This Couple Stopped Drinking Tap Water for a Year: The Results Will Shock You!
A distant relative to spam, clickbait has long plagued social media sites and search engines. The ever-important “click” generates more value than the actual content hidden behind the headline. Most of this is the direct result of a viral economy. Attention-grabbing headlines equal clicks. Clicks equal traffic. Traffic equals advertisers. Advertisers equal money.
That’s why clickbait headlines, like the one above, are typically designed to elicit an emotional response, similar to the psychological manipulation used by social engineers. But this isn’t a new phenomenon created by the internet. Newspapers realized back in the 1800s that hyperbolic headlines sell. The “EXTRA, EXTRA! READ ALL ABOUT IT!” originally started as a newspaper extra, or special edition, that indicated a special news report. Hiring someone to “work” these headlines in the streets generated sales.
Of course, the difference between then and now is quite profound. Clickbait most often leads to useless, sometimes fabricated, content. At best, it tells you which Simpsons character or cocktail you are (and hundreds of other Facebook-generated quizzes that harvest your personal information) and at worse, it spreads manipulative, inaccurate, and irresponsible information (and can also lead to spam-filled websites with malicious content).
From security concerns to the deliberate and divisive promotion of false information, the dangers of clickbait require attention. So, what can you do about it?
Research before taking that social media quiz.

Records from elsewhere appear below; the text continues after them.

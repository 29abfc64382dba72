"""A recording program killed at random moments loses nothing that is older than a second, and leaves a folder that
opens as it is."""

from __future__ import annotations

import os
import random
import signal
import subprocess
import sys
import time
from pathlib import Path

from gnssmon.clocks import ManualClock
from gnssmon.sources import open_source
from tests.test_chunks import parts

PROGRAM = """
import sys, time
from pathlib import Path
from gnssmon.chunks import Chunk
from gnssmon.clocks import SystemClock
from gnssmon.recording.recorder import Recorder

clock = SystemClock()
recorder = Recorder(Path(sys.argv[1]), clock, source="roof", rotate_bytes=20_000, compress=True)
number = 0
while True:
    line = b"$GPTXT,%09d*00\\r\\n" % number
    now = clock.now()
    recorder(Chunk(line, now))
    sys.stderr.write(f"{number} {now!r}\\n")
    number += 1
    if number % 40 == 0:
        time.sleep(0.001)
"""
"""Records numbered lines as fast as it can, rotating and compressing, and tells on stderr when each was handed over."""


def kill_once(folder: Path, after_s: float) -> tuple[int, int]:
    """Start, kill after a while, read; returns the numbers of lines handed over and of lines found."""
    told = folder.with_suffix(".told")
    with told.open("wb") as stderr:
        process = subprocess.Popen([sys.executable, "-c", PROGRAM, str(folder)], stderr=stderr)
        while not told.stat().st_size:
            time.sleep(0.005)
        time.sleep(after_s)
        os.kill(process.pid, signal.SIGKILL)
        process.wait()
    lines = told.read_text().split("\n")[:-1]
    handed = {int(number): float(now) for number, now in (line.split() for line in lines)}

    source = open_source(str(folder), clock=ManualClock())
    pieces = [piece for chunk in source.chunks() for piece in parts(chunk)]
    data = b"".join(piece for piece, _ in pieces)
    expected = b"".join(b"$GPTXT,%09d*00\r\n" % number for number in range(len(handed) + 1))
    assert expected.startswith(data)
    assert source.doubts == ()
    # Each piece has the very time that it was handed over with.
    for number, (piece, received_s) in enumerate(pieces):
        if len(piece) == 21 and number in handed:
            assert received_s == handed[number]
    return len(handed), len(data) // 21


def test_killed_at_random_moments(tmp_path: Path) -> None:
    """Not one line that was handed over is lost, whatever the recorder was doing: far below the second allowed."""
    chance = random.Random(20310504)

    counts = [kill_once(tmp_path / str(number), chance.uniform(0.0, 0.25)) for number in range(6)]

    assert all(found >= handed for handed, found in counts), counts
    assert max(handed for handed, _ in counts) > 1000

Before finding out which Hogwarts house you’ll be sorted into or which Walking Dead character you are, do some research about the creators of the quiz or trivia in question. A quick Google search may turn up stories of people’s accounts getting hijacked to send friend requests from a fake account. And as always, mind your permissions! Don’t allow a third-party social media app to access any personal information.
Don’t share unless you’re sure.
In this age of fake news and misinformation, the worst thing any of us can do is share something that later turns out to be false. This happens easily because headlines are written in such a way that they encourage a quick read and a quick share. Remember that clickbait is designed to elicit emotional responses (sort of like phishing emails), especially when politics are involved. Once again, do your research before sharing. Fact-checking may require additional work on your behalf, but a little bit goes a long way!
Support the sites you trust.
The internet may never be free of clickbait, but by supporting websites that create reliable, fact-checked, and accurate content, we can at least reduce the negative impacts. One of the side effects of the online economy is that of virality—where information’s quality is measured by popularity rather than accuracy or, well, quality. If we choose our sources carefully, and support them financially or otherwise, we’ll be less tempted to click on shock-and-awe headlines.
Think before you click.
As with all things security, a healthy dose of awareness and skepticism comes at no cost, but holds the most value. When you come across a headline with shock-value typical of clickbait, always question its legitimacy before clicking. Does it seem exaggerated? How likely will the content return valuable, reliable information? Take an “if it’s too good to be true, it’s likely not true” approach. Remember the intent of clickbait: to garner the ever-important click. More clicks equal good for them and bad for the rest of us.